▸ Given records

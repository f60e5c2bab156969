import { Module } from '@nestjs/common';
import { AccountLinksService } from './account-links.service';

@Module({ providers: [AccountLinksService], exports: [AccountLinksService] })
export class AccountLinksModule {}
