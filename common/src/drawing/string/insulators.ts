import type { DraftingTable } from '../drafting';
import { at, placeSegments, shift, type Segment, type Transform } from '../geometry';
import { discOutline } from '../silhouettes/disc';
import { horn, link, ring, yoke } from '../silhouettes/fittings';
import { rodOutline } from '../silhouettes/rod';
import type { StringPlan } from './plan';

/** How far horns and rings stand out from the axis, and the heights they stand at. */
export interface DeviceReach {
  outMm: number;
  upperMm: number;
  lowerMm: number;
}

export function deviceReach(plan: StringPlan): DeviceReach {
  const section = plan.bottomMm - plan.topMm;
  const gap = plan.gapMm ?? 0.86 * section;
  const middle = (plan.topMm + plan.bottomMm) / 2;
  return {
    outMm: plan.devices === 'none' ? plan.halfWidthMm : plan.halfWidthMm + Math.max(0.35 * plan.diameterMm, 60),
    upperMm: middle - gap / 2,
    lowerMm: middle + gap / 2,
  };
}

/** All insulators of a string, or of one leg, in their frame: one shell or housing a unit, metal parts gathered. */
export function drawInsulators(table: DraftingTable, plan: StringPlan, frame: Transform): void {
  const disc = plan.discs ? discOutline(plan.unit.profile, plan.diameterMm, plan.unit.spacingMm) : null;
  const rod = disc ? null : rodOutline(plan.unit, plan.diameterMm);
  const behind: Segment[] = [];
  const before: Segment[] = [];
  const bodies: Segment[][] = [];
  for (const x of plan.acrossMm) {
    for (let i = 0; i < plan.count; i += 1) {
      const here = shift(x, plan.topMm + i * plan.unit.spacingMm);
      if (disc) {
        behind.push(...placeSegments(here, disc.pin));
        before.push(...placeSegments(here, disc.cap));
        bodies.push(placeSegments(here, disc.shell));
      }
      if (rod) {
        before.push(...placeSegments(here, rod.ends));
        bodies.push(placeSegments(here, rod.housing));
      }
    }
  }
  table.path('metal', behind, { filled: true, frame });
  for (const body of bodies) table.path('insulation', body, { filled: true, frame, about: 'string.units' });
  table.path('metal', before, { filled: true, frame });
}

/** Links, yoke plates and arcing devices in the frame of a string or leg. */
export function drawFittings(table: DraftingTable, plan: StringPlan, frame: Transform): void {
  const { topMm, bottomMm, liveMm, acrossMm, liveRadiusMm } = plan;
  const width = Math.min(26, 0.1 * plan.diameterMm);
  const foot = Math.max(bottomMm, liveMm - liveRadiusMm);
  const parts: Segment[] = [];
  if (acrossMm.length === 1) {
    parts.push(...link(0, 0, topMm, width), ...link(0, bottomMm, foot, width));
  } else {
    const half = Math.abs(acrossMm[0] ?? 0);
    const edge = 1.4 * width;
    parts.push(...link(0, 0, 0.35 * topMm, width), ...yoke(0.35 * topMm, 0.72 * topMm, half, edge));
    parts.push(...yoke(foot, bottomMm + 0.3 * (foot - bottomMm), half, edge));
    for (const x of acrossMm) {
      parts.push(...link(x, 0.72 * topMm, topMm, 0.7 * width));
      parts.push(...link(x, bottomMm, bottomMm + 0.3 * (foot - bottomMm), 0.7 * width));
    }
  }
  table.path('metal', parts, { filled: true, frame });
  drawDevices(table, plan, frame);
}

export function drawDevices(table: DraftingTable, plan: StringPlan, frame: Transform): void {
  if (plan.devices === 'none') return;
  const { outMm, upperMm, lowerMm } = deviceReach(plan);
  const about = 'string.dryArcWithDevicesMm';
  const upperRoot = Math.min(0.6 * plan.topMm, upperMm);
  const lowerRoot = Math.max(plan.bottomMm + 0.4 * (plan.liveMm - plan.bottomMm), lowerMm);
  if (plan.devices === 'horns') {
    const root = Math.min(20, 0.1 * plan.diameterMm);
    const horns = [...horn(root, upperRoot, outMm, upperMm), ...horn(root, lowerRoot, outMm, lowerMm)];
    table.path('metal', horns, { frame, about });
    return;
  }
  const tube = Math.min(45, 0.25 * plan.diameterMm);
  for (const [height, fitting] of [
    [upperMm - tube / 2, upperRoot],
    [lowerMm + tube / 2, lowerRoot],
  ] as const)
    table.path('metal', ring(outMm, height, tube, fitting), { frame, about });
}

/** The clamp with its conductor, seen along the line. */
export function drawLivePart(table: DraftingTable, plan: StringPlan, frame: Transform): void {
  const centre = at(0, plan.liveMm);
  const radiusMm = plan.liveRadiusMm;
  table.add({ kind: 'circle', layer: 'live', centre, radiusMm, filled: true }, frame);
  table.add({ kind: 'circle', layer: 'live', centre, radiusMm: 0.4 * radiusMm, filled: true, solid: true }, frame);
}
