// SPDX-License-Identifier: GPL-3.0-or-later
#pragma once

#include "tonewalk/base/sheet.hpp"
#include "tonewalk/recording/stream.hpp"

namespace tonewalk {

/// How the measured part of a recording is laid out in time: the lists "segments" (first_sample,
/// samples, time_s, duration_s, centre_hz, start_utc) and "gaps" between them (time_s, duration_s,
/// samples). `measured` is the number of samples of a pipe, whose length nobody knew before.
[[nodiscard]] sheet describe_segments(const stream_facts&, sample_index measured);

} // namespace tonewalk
--
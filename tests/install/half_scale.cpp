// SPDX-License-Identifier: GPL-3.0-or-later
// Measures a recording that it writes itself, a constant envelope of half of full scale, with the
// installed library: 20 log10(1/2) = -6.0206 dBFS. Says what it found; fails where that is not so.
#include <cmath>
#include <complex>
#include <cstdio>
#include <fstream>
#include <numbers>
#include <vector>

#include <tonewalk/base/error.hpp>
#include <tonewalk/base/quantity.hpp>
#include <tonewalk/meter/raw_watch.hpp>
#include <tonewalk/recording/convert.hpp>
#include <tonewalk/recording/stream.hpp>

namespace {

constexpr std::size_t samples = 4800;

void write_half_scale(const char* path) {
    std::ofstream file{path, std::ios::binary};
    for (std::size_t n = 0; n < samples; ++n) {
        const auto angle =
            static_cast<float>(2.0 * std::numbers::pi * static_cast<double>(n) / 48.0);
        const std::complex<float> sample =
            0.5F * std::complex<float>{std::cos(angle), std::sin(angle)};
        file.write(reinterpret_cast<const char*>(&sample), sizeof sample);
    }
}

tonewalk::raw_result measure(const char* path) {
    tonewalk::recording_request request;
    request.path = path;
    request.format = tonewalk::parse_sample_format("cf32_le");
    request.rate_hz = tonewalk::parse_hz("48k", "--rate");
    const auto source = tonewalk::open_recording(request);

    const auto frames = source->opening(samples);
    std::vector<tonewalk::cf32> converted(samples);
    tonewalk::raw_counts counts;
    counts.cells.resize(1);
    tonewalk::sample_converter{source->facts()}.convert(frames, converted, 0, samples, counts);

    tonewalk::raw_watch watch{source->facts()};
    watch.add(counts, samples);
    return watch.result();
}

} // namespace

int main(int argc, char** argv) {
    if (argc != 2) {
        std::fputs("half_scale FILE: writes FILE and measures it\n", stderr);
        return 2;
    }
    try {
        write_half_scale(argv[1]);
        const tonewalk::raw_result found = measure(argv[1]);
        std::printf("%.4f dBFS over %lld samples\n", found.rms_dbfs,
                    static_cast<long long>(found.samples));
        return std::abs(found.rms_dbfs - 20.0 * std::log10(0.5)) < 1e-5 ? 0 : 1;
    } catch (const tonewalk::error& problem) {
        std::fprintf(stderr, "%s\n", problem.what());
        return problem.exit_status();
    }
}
--
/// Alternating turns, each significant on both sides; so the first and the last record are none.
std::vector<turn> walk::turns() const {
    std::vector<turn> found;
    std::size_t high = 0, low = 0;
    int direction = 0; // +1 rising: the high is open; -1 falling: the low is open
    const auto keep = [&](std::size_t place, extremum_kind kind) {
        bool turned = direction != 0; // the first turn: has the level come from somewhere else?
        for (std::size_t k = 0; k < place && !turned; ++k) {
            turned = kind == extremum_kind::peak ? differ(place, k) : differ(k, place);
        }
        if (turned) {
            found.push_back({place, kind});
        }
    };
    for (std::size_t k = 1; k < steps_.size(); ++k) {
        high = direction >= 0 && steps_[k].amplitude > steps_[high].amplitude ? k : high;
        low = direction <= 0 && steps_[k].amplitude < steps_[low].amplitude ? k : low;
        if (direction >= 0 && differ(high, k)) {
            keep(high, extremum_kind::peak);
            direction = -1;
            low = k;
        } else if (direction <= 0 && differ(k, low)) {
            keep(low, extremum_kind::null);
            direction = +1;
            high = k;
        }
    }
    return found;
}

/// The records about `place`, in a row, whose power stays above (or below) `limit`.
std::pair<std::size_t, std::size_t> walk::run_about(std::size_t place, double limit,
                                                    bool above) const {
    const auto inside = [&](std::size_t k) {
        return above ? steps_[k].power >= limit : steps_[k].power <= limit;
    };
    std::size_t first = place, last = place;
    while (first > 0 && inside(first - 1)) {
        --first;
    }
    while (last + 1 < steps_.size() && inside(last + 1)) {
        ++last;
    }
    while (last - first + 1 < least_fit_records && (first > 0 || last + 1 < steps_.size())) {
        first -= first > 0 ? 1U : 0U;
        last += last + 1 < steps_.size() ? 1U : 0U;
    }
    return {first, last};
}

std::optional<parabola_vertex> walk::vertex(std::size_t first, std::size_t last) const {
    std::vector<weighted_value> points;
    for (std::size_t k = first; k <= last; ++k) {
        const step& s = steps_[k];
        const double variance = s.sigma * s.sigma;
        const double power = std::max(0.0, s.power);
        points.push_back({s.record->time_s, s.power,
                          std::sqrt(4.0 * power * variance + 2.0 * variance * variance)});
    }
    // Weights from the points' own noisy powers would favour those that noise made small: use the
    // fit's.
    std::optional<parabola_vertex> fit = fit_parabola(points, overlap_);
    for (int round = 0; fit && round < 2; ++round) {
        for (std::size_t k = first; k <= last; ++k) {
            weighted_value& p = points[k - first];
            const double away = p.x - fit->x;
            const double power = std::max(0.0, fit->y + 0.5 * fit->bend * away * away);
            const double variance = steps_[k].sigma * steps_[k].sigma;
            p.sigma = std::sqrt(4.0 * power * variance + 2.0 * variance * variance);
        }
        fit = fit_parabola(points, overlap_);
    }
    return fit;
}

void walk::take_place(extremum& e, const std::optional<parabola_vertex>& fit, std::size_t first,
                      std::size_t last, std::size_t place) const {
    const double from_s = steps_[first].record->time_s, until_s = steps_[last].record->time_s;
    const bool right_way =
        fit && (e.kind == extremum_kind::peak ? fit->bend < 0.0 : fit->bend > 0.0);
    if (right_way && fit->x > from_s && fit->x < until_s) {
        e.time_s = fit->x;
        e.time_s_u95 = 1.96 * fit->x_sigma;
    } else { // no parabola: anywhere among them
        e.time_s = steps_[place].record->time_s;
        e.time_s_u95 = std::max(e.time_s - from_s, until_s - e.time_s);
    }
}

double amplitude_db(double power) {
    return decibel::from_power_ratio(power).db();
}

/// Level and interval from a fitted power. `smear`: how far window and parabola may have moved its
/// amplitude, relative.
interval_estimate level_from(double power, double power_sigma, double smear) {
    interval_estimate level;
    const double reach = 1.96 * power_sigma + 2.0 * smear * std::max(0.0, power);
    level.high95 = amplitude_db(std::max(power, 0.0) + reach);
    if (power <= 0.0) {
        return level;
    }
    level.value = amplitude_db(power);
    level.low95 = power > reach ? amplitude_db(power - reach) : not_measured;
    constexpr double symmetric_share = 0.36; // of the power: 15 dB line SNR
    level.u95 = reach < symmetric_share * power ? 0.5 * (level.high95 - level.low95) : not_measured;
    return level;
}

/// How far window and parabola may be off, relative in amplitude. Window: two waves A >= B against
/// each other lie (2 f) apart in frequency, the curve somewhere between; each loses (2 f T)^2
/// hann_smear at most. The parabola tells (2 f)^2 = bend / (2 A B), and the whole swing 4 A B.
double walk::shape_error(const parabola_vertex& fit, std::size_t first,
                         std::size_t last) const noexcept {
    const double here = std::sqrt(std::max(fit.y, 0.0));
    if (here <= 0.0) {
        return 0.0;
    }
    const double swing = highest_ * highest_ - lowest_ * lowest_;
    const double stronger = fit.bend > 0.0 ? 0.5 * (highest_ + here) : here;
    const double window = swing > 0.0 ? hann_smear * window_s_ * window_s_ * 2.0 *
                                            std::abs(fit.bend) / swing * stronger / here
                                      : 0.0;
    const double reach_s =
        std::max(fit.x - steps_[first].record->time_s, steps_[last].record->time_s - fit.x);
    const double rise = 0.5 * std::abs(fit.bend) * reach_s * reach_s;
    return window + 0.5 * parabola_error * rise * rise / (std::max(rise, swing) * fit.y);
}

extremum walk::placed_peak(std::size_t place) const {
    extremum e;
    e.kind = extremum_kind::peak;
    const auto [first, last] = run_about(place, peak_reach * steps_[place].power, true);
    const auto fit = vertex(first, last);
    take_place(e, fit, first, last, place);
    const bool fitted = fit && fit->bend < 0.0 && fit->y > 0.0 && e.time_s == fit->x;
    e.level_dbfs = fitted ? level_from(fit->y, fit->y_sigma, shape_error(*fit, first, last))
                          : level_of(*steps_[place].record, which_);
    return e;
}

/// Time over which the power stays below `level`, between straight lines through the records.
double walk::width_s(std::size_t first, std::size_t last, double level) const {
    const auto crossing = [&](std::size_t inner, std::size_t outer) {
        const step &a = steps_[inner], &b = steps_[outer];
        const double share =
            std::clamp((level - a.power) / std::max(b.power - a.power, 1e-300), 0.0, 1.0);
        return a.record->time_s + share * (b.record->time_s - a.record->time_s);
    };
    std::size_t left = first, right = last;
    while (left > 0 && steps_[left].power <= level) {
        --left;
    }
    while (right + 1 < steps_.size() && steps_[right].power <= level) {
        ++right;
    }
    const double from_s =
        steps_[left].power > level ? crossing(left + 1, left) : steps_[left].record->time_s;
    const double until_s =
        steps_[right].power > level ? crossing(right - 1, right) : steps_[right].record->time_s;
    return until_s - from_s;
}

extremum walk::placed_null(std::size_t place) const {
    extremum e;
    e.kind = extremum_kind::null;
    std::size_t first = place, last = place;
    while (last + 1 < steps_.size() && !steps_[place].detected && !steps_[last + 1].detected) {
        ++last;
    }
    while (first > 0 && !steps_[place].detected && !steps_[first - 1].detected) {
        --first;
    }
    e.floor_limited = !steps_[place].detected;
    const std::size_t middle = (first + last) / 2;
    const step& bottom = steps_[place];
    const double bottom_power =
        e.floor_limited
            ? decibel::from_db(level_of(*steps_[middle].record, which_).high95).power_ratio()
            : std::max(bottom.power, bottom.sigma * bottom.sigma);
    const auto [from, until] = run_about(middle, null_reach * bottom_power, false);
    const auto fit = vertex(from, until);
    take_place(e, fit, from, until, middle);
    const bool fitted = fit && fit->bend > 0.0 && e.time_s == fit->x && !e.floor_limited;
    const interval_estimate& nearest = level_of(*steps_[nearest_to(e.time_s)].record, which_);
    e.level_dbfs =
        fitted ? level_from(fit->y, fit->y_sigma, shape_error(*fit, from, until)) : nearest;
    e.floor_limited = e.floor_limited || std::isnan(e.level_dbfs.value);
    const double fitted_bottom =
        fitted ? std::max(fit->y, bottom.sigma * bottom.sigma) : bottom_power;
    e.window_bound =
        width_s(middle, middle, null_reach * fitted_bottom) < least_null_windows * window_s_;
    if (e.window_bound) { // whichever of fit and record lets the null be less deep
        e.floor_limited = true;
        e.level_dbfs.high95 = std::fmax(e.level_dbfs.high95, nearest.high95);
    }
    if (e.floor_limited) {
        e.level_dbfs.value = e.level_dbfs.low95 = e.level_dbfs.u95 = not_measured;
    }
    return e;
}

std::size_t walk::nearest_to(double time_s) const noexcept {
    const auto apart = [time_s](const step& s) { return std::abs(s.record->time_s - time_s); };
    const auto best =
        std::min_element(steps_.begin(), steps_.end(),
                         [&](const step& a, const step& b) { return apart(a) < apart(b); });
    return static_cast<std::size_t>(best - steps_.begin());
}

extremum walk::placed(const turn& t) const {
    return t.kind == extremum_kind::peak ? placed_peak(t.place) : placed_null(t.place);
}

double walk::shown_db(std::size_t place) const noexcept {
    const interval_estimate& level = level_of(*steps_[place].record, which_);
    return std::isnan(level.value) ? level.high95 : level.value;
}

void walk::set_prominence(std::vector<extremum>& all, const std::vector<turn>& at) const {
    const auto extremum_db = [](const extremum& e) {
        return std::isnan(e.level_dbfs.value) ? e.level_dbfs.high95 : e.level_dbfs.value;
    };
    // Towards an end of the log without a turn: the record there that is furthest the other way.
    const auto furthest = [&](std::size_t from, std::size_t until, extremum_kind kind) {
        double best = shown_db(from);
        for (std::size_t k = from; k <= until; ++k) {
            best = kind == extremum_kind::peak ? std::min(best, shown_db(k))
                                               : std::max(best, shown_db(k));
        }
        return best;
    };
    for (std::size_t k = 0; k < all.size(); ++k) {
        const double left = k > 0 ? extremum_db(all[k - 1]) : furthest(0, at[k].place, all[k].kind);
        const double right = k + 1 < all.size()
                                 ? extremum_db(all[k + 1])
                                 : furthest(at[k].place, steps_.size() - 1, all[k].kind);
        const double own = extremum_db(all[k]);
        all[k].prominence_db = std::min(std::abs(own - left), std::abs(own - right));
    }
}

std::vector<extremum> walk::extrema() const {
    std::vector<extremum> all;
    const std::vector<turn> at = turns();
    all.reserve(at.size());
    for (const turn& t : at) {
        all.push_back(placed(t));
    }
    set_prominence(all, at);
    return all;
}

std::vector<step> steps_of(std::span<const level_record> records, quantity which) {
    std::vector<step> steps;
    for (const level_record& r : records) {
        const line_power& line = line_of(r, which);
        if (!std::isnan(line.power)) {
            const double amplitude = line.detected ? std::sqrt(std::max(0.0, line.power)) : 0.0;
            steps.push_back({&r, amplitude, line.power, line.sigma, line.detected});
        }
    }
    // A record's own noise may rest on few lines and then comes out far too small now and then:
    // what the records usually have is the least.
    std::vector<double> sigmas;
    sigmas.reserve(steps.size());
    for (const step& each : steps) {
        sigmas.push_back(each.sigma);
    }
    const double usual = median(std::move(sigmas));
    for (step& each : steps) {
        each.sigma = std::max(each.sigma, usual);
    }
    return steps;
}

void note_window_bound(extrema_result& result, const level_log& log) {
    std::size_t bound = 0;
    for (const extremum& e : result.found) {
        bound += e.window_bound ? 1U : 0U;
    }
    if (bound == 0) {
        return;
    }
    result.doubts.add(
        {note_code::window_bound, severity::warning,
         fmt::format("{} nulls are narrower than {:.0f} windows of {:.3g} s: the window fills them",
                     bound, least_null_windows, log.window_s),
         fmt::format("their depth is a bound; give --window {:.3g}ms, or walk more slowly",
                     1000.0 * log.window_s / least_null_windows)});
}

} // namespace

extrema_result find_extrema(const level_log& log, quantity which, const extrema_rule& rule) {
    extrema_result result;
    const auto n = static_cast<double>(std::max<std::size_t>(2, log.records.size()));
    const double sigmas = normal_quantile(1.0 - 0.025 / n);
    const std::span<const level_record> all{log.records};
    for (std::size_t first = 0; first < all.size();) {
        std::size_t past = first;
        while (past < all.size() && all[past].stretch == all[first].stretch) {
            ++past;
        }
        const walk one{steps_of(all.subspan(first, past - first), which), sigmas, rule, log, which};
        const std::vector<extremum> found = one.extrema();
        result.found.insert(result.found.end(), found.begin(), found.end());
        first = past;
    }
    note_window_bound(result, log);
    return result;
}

▸ Exercise description
Beginning with the line containing "repository f60e5c2bab156969" and ending with the line containing "parts gathered. */", extract those lines exactly from the listing above, and only those.

▸ Output of the exercise
repository f60e5c2bab156969
import { Module } from '@nestjs/common';
import { AccountLinksService } from './account-links.service';

@Module({ providers: [AccountLinksService], exports: [AccountLinksService] })
export class AccountLinksModule {}
filename common/src/drawing/string/insulators.ts
import type { DraftingTable } from '../drafting';
import { at, placeSegments, shift, type Segment, type Transform } from '../geometry';
import { discOutline } from '../silhouettes/disc';
import { horn, link, ring, yoke } from '../silhouettes/fittings';
import { rodOutline } from '../silhouettes/rod';
import type { StringPlan } from './plan';

/** How far horns and rings stand out from the axis, and the heights they stand at. */
export interface DeviceReach {
  outMm: number;
  upperMm: number;
  lowerMm: number;
}

export function deviceReach(plan: StringPlan): DeviceReach {
  const section = plan.bottomMm - plan.topMm;
  const gap = plan.gapMm ?? 0.86 * section;
  const middle = (plan.topMm + plan.bottomMm) / 2;
  return {
    outMm: plan.devices === 'none' ? plan.halfWidthMm : plan.halfWidthMm + Math.max(0.35 * plan.diameterMm, 60),
    upperMm: middle - gap / 2,
    lowerMm: middle + gap / 2,
  };
}

/** All insulators of a string, or of one leg, in their frame: one shell or housing a unit, metal parts gathered. */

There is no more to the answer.